Material for the task:
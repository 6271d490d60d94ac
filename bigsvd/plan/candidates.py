"""Every plan that could be made for a matrix, with its memory, and its time at nominal rates."""

from __future__ import annotations

import math
from collections.abc import Iterator
from dataclasses import replace

from bigsvd.plan.geometry import Geometry, cut, group
from bigsvd.plan.memory import MemoryTerm, memory_terms
from bigsvd.plan.phases import predict
from bigsvd.plan.plan import Plan, mean_is_enough
from bigsvd.plan.rates import NOMINAL, Rates
from bigsvd.plan.request import Request
from bigsvd.plan.sparse import matrix_bytes
from bigsvd.plan.widths import NOMINAL_TOLERANCE, PROFILES, SWEEPS_PER_DECADE, Widths, closing_width, krylov_widths
from bigsvd.randomness import draw_without_repeat
from bigsvd.source import LineNonzeros, MatrixSpec

PILOT_SHARE = 0.05
# Workers that costs are compared with and memory is sized for; the number that really runs changes neither.
NOMINAL_WORKERS = 2
# Sweeps that restarts cost, by the growths there is room for.
RESTART_SWEEPS = {3: 0.0, 2: 0.3, 0: 1.5}
# Longest short side for which a route that computes the whole spectrum is considered.
LONGEST_SHORT_SIDE = 6000
SINGLE_KINDS = ("f2", "f4", "i1", "i2", "u1", "u2", "b1", "c8")
STREAM_PILOT = 1
# Panels across the lines of a sparse matrix decode all of it each; more than so many are no plan but for who asks.
MOST_SPARSE_REREADS = 16
# Shares of the ceiling that one panel may take, and segments per wave, that are tried.
_PANEL_SHARES = (8, 16, 32, 64, 128, 256)
_LEAVES = (8, 4, 2, 1)
# Below this nominal time exactness decides, not cost: the direct route comes first.
_NO_MATTER_SECONDS = 1.0
_ROUTE_ORDER = ("direct", "tsqr", "gram", "krylov")


def preference(plan: Plan) -> tuple[float, int]:
    """What the plans are ordered by: nominal time, and exactness where the time does not matter."""
    return max(plan.nominal_seconds, _NO_MATTER_SECONDS), _ROUTE_ORDER.index(plan.route)


def candidates(
    spec: MatrixSpec,
    request: Request,
    axis: int,
    samples_axis: int,
    route: str,
    ceiling: int,
    result_bytes: int,
    line_nonzeros: LineNonzeros | None = None,
) -> Iterator[Plan]:
    """Plans for one axis and route with their memory, from roomy to tight; `price` adds their cost."""
    for products in _products(spec, request, axis, route, line_nonzeros):
        counter = line_nonzeros if products == "sparse" else None
        yield from _of_products(spec, request, axis, samples_axis, route, ceiling, result_bytes, counter)


def _products(
    spec: MatrixSpec, request: Request, axis: int, route: str, line_nonzeros: LineNonzeros | None
) -> tuple[str, ...]:
    """How panels may be multiplied: without their zeros only along the axis whose lines are stored one by one."""
    may = line_nonzeros is not None and axis == spec.compressed_axis and route == "krylov" and bool(spec.nonzeros)
    possible = ("sparse", "dense") if may else ("dense",)
    return tuple(one for one in possible if request.products in ("auto", one))


def _of_products(
    spec: MatrixSpec,
    request: Request,
    axis: int,
    samples_axis: int,
    route: str,
    ceiling: int,
    result_bytes: int,
    line_nonzeros: LineNonzeros | None,
) -> Iterator[Plan]:
    """Plans for one axis, route and kind of products."""
    across = spec.shape[1 - axis]
    if route != "krylov" and across > LONGEST_SHORT_SIDE:
        return
    matrix = matrix_bytes(spec, "dense" if line_nonzeros is None else "sparse")
    may_be_single = route == "krylov" and spec.dtype.str[1:] in SINGLE_KINDS
    holdable = matrix <= ceiling // 2
    in_memory = spec.storage == "memory" or (spec.storage == "sparse" and spec.held_bytes >= matrix)
    seen: set[int] = set()
    for share in _PANEL_SHARES:
        geometry = cut(spec, axis, samples_axis, ceiling // share, request.panel_lines, line_nonzeros)
        if request.axis == "auto" and _rereads_sparse(spec, geometry):
            continue
        if geometry.panels in seen:
            continue
        seen.add(geometry.panels)
        pilot = _pilot(spec, geometry, request, route, ceiling)
        for widths, sweeps in _all_widths(request, across, route):
            more = 1 if route == "krylov" and mean_is_enough(route, geometry) else 0
            for resident in (True, False):
                if (resident and not holdable) or (not resident and route == "direct"):
                    continue
                if resident and in_memory and route != "direct":
                    continue
                for workers in (NOMINAL_WORKERS, 1):
                    for leaves in _LEAVES:
                        draft = Plan(
                            request, spec, geometry, route, resident, widths, leaves, pilot, may_be_single, workers,
                            (), ceiling, sweeps + more, result_bytes=result_bytes,
                        )  # fmt: skip
                        plan = replace(draft, memory=terms_of(draft, workers))
                        yield plan
                        if plan.planned_bytes <= ceiling:
                            # Fewer segments only cost time.
                            break


def _rereads_sparse(spec: MatrixSpec, geometry: Geometry) -> bool:
    """Whether panels run across the lines that a sparse matrix stores, so that each of many would read all of it."""
    across_lines = spec.compressed_axis is not None and geometry.axis != spec.compressed_axis
    return across_lines and geometry.amplification > MOST_SPARSE_REREADS


def price(plan: Plan, rates: Rates = NOMINAL) -> Plan:
    """The same plan with its nominal time."""
    return replace(plan, nominal_seconds=predict(plan, plan.expected_sweeps, rates=rates).seconds)


def _all_widths(request: Request, across: int, route: str) -> Iterator[tuple[Widths, float]]:
    """Columns of the basis for a route, and the sweeps they are expected to take."""
    assert request.rank is not None
    if route != "krylov":
        widths = krylov_widths(request.rank, across, growths=0)
        closing = closing_width(request.rank, across)
        yield replace(widths, start=closing, limit=min(across, closing + widths.grow + 2 * widths.test)), 2.0
        return
    for profile, sweeps in PROFILES.items():
        if request.variance is not None and profile != "wide":
            # How many components the share needs shows while sweeping, and a narrow basis gets there a sweep later.
            continue
        sweeps = max(1.0, sweeps - SWEEPS_PER_DECADE * math.log10(request.tolerance / NOMINAL_TOLERANCE))
        for growths, more in RESTART_SWEEPS.items():
            widths = krylov_widths(request.rank, across, growths=growths, profile=profile)
            if request.width_limit is not None:
                least = max(widths.start + widths.test, widths.keep + widths.grow + 2 * widths.test)
                widths = replace(widths, limit=min(across, max(least, request.width_limit)))
            yield widths, sweeps + more


def _pilot(spec: MatrixSpec, geometry: Geometry, request: Request, route: str, ceiling: int) -> tuple[int, ...]:
    """Panels of the pilot, drawn by seed and spread over the file."""
    if mean_is_enough(route, geometry):
        # One panel gives a first mean, which keeps large offsets out of the sums; it is held, not read twice.
        wanted = request.center != "none" or request.scale != "none"
        return tuple(draw_without_repeat(request.seed, STREAM_PILOT, geometry.panels, 1)) if wanted else ()
    most = min(PILOT_SHARE * matrix_bytes(spec, "sparse" if geometry.sparse else "dense"), ceiling / 8)
    count = max(1, int(most // max(1, geometry.panel_bytes)))
    return tuple(draw_without_repeat(request.seed, STREAM_PILOT, geometry.panels, min(count, geometry.panels)))


def terms_of(plan: Plan, workers: int) -> tuple[MemoryTerm, ...]:
    """Memory terms of a plan with so many workers."""
    pilot_bytes = len(plan.pilot_panels) * plan.geometry.panel_bytes
    held = plan.mean_only and not plan.resident
    return memory_terms(
        plan.spec, plan.geometry, plan.route, plan.widths,
        workers=workers, leaves=plan.leaves, pilot_bytes=pilot_bytes, hold_pilot=held, resident=plan.resident,
        scaled=plan.scaled, result_bytes=plan.result_bytes,
    )  # fmt: skip


def waves_of(plan: Plan, rates: Rates = NOMINAL) -> tuple[tuple[tuple[int, int], ...], ...]:
    """Segments and waves of a sweep, from nominal rates for the widest block."""
    alone = replace(plan, workers=1)
    if plan.route == "krylov":
        costs = predict(replace(alone, pilot_panels=()), 1, columns=plan.widths.block, single=False, rates=rates)
    else:
        costs = predict(alone, 1, rates=rates)
    geometry = plan.geometry
    return group(geometry.panels, sum(costs.shared.values()) / geometry.panels, geometry.panel_bytes, plan.leaves)
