"""Rounding terms against the errors they bound: sums in single, with u = 2⁻²⁴ in the terms, beside those in double."""

from __future__ import annotations

import numpy as np
import pytest

from bigsvd.certify import (
    SumDepth,
    fold_rounding,
    gamma,
    gram_rounding,
    measured_rounding,
    product_rounding,
    rounding,
    tall_rounding,
    triangle_rounding,
)

LINES, ACROSS, WIDTH, UNIT = 640, 90, 7, 64


@pytest.fixture
def single_roundoff(monkeypatch: pytest.MonkeyPatch) -> None:
    """Let the terms speak of single precision, so that double serves as the exact result."""
    monkeypatch.setattr(rounding, "UNIT_ROUNDOFF", 2.0**-24)


def sample(seed: int, *, imaginary: bool) -> tuple[np.ndarray, np.ndarray]:
    """A matrix of widely varied rows and orthonormal columns, exactly representable in single."""
    random = np.random.default_rng(seed)
    matrix = random.standard_normal((LINES, ACROSS)) * 10 ** random.uniform(-2, 2, (LINES, 1))
    block = np.linalg.qr(random.standard_normal((ACROSS, WIDTH)))[0]
    if imaginary:
        matrix = matrix * np.exp(1j * random.uniform(0, 6, matrix.shape))
        block = block * np.exp(1j * random.uniform(0, 6, (ACROSS, 1)))
    kind = np.complex64 if imaginary else np.float32
    return matrix.astype(kind), block.astype(kind)


def depth(columns: int, *, imaginary: bool) -> SumDepth:
    units = LINES // UNIT
    return SumDepth(ACROSS, UNIT, units, UNIT, columns, 0, units, imaginary)


def folded(blocks: list[np.ndarray]) -> np.ndarray:
    """Fold block by block, in the precision of the blocks."""
    triangle = np.zeros((0, blocks[0].shape[1]), blocks[0].dtype)
    for block in blocks:
        triangle = np.linalg.qr(np.concatenate([triangle, block]), mode="r")
    return triangle


def units_of(matrix: np.ndarray) -> list[np.ndarray]:
    return [matrix[start : start + UNIT] for start in range(0, LINES, UNIT)]


def exact(matrix: np.ndarray) -> np.ndarray:
    return matrix.astype(np.complex128 if matrix.dtype.kind == "c" else np.float64)


@pytest.mark.parametrize("imaginary", [False, True], ids=["real", "complex"])
@pytest.mark.parametrize("seed", range(5))
@pytest.mark.usefixtures("single_roundoff")
def test_tall_rounding_covers_the_singular_values_of_r(seed: int, imaginary: bool) -> None:
    matrix, block = sample(seed, imaginary=imaginary)
    found = np.linalg.svd(exact(folded([unit @ block for unit in units_of(matrix)])), compute_uv=False)
    true = np.linalg.svd(exact(matrix) @ exact(block), compute_uv=False)
    norm = float(np.linalg.norm(exact(matrix)))
    nested = depth(WIDTH, imaginary=imaginary)
    bound = tall_rounding(nested, norm, WIDTH) + triangle_rounding(nested, norm)
    error = np.abs(found - true).max()
    assert 0 < error <= bound
    assert bound < np.inf


@pytest.mark.parametrize("imaginary", [False, True], ids=["real", "complex"])
@pytest.mark.parametrize("seed", range(5))
@pytest.mark.usefixtures("single_roundoff")
def test_product_rounding_covers_every_column_of_z(seed: int, imaginary: bool) -> None:
    matrix, block = sample(seed, imaginary=imaginary)
    found = np.zeros((ACROSS, WIDTH), matrix.dtype)
    for unit in units_of(matrix):
        found += unit.conj().T @ (unit @ block)
    tall = exact(matrix) @ exact(block)
    error = np.linalg.norm(exact(found) - exact(matrix).conj().T @ tall, axis=0)
    norm = float(np.linalg.norm(exact(matrix)))
    bound = product_rounding(depth(WIDTH, imaginary=imaginary), norm, np.linalg.norm(tall, axis=0))
    assert np.all(error > 0)
    assert np.all(error <= bound)


@pytest.mark.parametrize("imaginary", [False, True], ids=["real", "complex"])
@pytest.mark.usefixtures("single_roundoff")
def test_fold_and_gram_rounding_cover_the_whole_spectrum(imaginary: bool) -> None:
    matrix, _ = sample(11, imaginary=imaginary)
    norm = float(np.linalg.norm(exact(matrix)))
    true = np.linalg.svd(exact(matrix), compute_uv=False)
    found = np.linalg.svd(exact(folded(units_of(matrix))), compute_uv=False)
    assert 0 < np.abs(found - true).max() <= fold_rounding(depth(ACROSS, imaginary=imaginary), norm)
    gram = np.zeros((ACROSS, ACROSS), matrix.dtype)
    for unit in units_of(matrix):
        gram += unit.conj().T @ unit
    error = np.linalg.norm(exact(gram) - exact(matrix).conj().T @ exact(matrix), 2)
    assert 0 < error <= gram_rounding(depth(ACROSS, imaginary=imaginary), norm)


def test_gamma_is_highams_constant() -> None:
    # Higham, Accuracy and Stability of Numerical Algorithms, 2nd ed. (2002), lemma 3.1: γ_n = nu/(1 − nu).
    u = 2.0**-53
    assert gamma(1000) == 1000 * u / (1 - 1000 * u)
    assert gamma(1000, complex_entries=True) == pytest.approx(np.sqrt(2) * 2000 * u, rel=1e-9)


@pytest.mark.parametrize("imaginary", [False, True], ids=["real", "complex"])
@pytest.mark.parametrize("offset", [0.0, 30.0])
def test_measured_rounding_covers_the_errors_of_single_precision(offset: float, imaginary: bool) -> None:
    covered = []
    for seed in range(8):
        matrix, block = sample(seed, imaginary=imaginary)
        matrix = (matrix + offset).astype(matrix.dtype)
        blocks = units_of(matrix)
        tall_error = np.zeros(WIDTH)
        product_error = np.zeros((ACROSS, WIDTH), exact(matrix).dtype)
        each = []
        for unit in blocks:
            narrow, wide = unit @ block, exact(unit) @ exact(block)
            difference = unit.conj().T @ narrow - exact(unit).conj().T @ wide
            each.append((np.sum(np.abs(narrow - wide) ** 2, axis=0), np.sum(np.abs(difference) ** 2, axis=0)))
            tall_error += each[-1][0]
            product_error += difference
        chosen = [each[i] for i in np.random.default_rng(seed).choice(len(each), 5, replace=False)]
        sums = np.array([[len(chosen)] * WIDTH, sum(a for a, _ in chosen), sum(b for _, b in chosen)])
        tall, product = measured_rounding(sums, len(blocks))
        covered.append(np.sqrt(tall_error.sum()) <= tall and np.all(np.linalg.norm(product_error, axis=0) <= product))
    assert all(covered)


def test_measured_rounding_covers_units_that_all_err_alike() -> None:
    # 400 units whose errors point the same way add up to 400, not to √400.
    sums = np.array([[8.0, 8.0], [8.0, 8.0], [8.0, 32.0]])
    tall, product = measured_rounding(sums, 400)
    assert tall == pytest.approx(10 * np.sqrt(16.0 * 400 / 8))
    np.testing.assert_allclose(product, [400.0, 800.0])


def test_no_sample_measures_nothing() -> None:
    tall, product = measured_rounding(np.zeros((3, 4)), 100)
    assert tall == np.inf
    assert np.all(product == np.inf)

Your objective: Make a list of all lines in the data that contain "found".

Response below:
    found = np.linalg.svd(exact(folded([unit @ block for unit in units_of(matrix)])), compute_uv=False)
    error = np.abs(found - true).max()
    found = np.zeros((ACROSS, WIDTH), matrix.dtype)
        found += unit.conj().T @ (unit @ block)
    error = np.linalg.norm(exact(found) - exact(matrix).conj().T @ tall, axis=0)
    found = np.linalg.svd(exact(folded(units_of(matrix))), compute_uv=False)
    assert 0 < np.abs(found - true).max() <= fold_rounding(depth(ACROSS, imaginary=imaginary), norm)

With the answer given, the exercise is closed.